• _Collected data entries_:
..............................
/**
 * designPulses with the designs on `threads` worker threads (src/gate/design-pool.ts), the same
 * plan bit for bit; with fewer than `minDesigns` designs (default MIN_DESIGNS_FOR_WORKERS) they
 * are made in this thread. If the workers cannot run (no worker support, a worker dies), the
 * designs are made in this thread with `designer`, and the reason is returned.
 */
export async function designPulsesInParallel(
  plan: ChipPlan,
  designer: GateDesigner,
  workers: { threads: number; minDesigns?: number },
  options: PulseOptions = {},
  progress?: (done: number, total: number) => void,
  given?: readonly (GateDesign | null | undefined)[],
): Promise<{ fallback?: string }> {
  const { threads, minDesigns = MIN_DESIGNS_FOR_WORKERS } = workers;
  const edges = plan.edges.map((e, k) => ({ e, k })).filter(({ e, k }) => Number.isFinite(e.interactionGHz) && !given?.[k]);
  const requests = edges.map(({ e }) => gateRequest(plan, e, options));
  const skipped = plan.edges.length - edges.length;
  let pooled: PooledDesign[] | null = null;
  let fallback: string | undefined;
  if (threads > 1 && requests.length >= Math.max(2, minDesigns)) {
    try {
      const { designInWorkers } = await import('../gate/design-pool.js');
      pooled = await designInWorkers(requests, threads, (done) => progress?.(skipped + done, plan.edges.length));
    } catch (err) {
      pooled = null;
      fallback = err instanceof Error ? err.message.split('\n')[0] : String(err);
    }
  }
  const designs: (GateDesign | null)[] = plan.edges.map((e, k) => (given?.[k] ? keptWithBudget(plan, e, given[k]!, options) : null));
  edges.forEach(({ e, k }, j) => {
    const p = pooled?.[j];
    designs[k] = designOrFailure(plan, e, () => {
      if (p === undefined) return designer(requests[j]);
      if ('error' in p) throw new Error(p.error);
      return p;
    });
    if (!pooled) progress?.(skipped + j + 1, plan.edges.length);
  });
  applyDesigns(plan, designs, options.targetPhase);
  return fallback === undefined ? {} : { fallback };
}

/**
 * A design kept from an earlier plan (src/plan/replan/), its spectators' share of the budget
 * simulated again where the spectators sit in this plan (a neighbour may have moved; the rest of
 * the gate stage's budget belongs to the kept waveform and the pair, which were kept).
 */
function keptWithBudget(plan: ChipPlan, e: EdgePlan, d: GateDesign, options: PulseOptions): GateDesign {
  if (!d.budget || !d.feasible) return d;
  const req = gateRequest(plan, e, { ...options, noise: true });
  return withSpectatorBudget({ ...req, targetPhase: d.targetPhase ?? req.targetPhase }, d);
}

/** The design, or a failed one when the gate stage throws on this edge. */
function designOrFailure(plan: ChipPlan, e: EdgePlan, design: () => GateDesign): GateDesign {
  try {
    return design();
  } catch (err) {
    if (process.env.FLUXLANE_DEBUG) console.error(err);
    // A failure inside the gate stage on one edge is reported on that edge (rule cz-design)
    // instead of losing the whole plan.
    return failedDesign(plan.ctx.ids[e.mover], `the gate stage failed on this edge: ${err instanceof Error ? err.message.split('\n')[0] : String(err)}`);
  }
}

/** Check each edge's design where it really goes, then layers, crowding and findings again. */
function applyDesigns(plan: ChipPlan, designs: readonly (GateDesign | null)[], targetPhase?: number): void {
  const { ctx } = plan;
  plan.gates = plan.edges.map((e, k) => {
    const design = designs[k];
    if (!design) return null;
    const { findings, edge } = checkDesign(plan, e, design);
    plan.edges[k] = edge;
    const planned: PlannedGate = { design, findings };
    if (targetPhase !== undefined) planned.targetPhase = targetPhase;
    return planned;
  });
  // Destinations and spectator moves may have changed: layers and crowding again (the layers
  // start from the planned ones, src/plan/layer-moves.ts, where those still hold).
  const f12 = plan.states.map((s) => s.f12GHz);
  plan.layers = planLayers(ctx, plan.edges, f12, plan.parking.parkingGHz, 1, plan.layers.layerOf);
  plan.crowding = crowding(ctx, plan.parking.parkingGHz, plan.states, calibratedZzScale(ctx, plan.parking.parkingGHz, plan.parking.idle.zzGHz), plan.edges);
  plan.budget = planBudget(plan);
  collectFindings(plan);
  plan.explanations = [...plan.explanations.filter((x) => x.kind === 'parking'), ...edgeExplanations(plan)];
}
..............................
From the opening line of the data above through the line holding "designs[k] = designOrFailure(plan, e, ()", give every line again exactly as it stands.

• _Response to the task_:
/**
 * designPulses with the designs on `threads` worker threads (src/gate/design-pool.ts), the same
 * plan bit for bit; with fewer than `minDesigns` designs (default MIN_DESIGNS_FOR_WORKERS) they
 * are made in this thread. If the workers cannot run (no worker support, a worker dies), the
 * designs are made in this thread with `designer`, and the reason is returned.
 */
export async function designPulsesInParallel(
  plan: ChipPlan,
  designer: GateDesigner,
  workers: { threads: number; minDesigns?: number },
  options: PulseOptions = {},
  progress?: (done: number, total: number) => void,
  given?: readonly (GateDesign | null | undefined)[],
): Promise<{ fallback?: string }> {
  const { threads, minDesigns = MIN_DESIGNS_FOR_WORKERS } = workers;
  const edges = plan.edges.map((e, k) => ({ e, k })).filter(({ e, k }) => Number.isFinite(e.interactionGHz) && !given?.[k]);
  const requests = edges.map(({ e }) => gateRequest(plan, e, options));
  const skipped = plan.edges.length - edges.length;
  let pooled: PooledDesign[] | null = null;
  let fallback: string | undefined;
  if (threads > 1 && requests.length >= Math.max(2, minDesigns)) {
    try {
      const { designInWorkers } = await import('../gate/design-pool.js');
      pooled = await designInWorkers(requests, threads, (done) => progress?.(skipped + done, plan.edges.length));
    } catch (err) {
      pooled = null;
      fallback = err instanceof Error ? err.message.split('\n')[0] : String(err);
    }
  }
  const designs: (GateDesign | null)[] = plan.edges.map((e, k) => (given?.[k] ? keptWithBudget(plan, e, given[k]!, options) : null));
  edges.forEach(({ e, k }, j) => {
    const p = pooled?.[j];
    designs[k] = designOrFailure(plan, e, () => {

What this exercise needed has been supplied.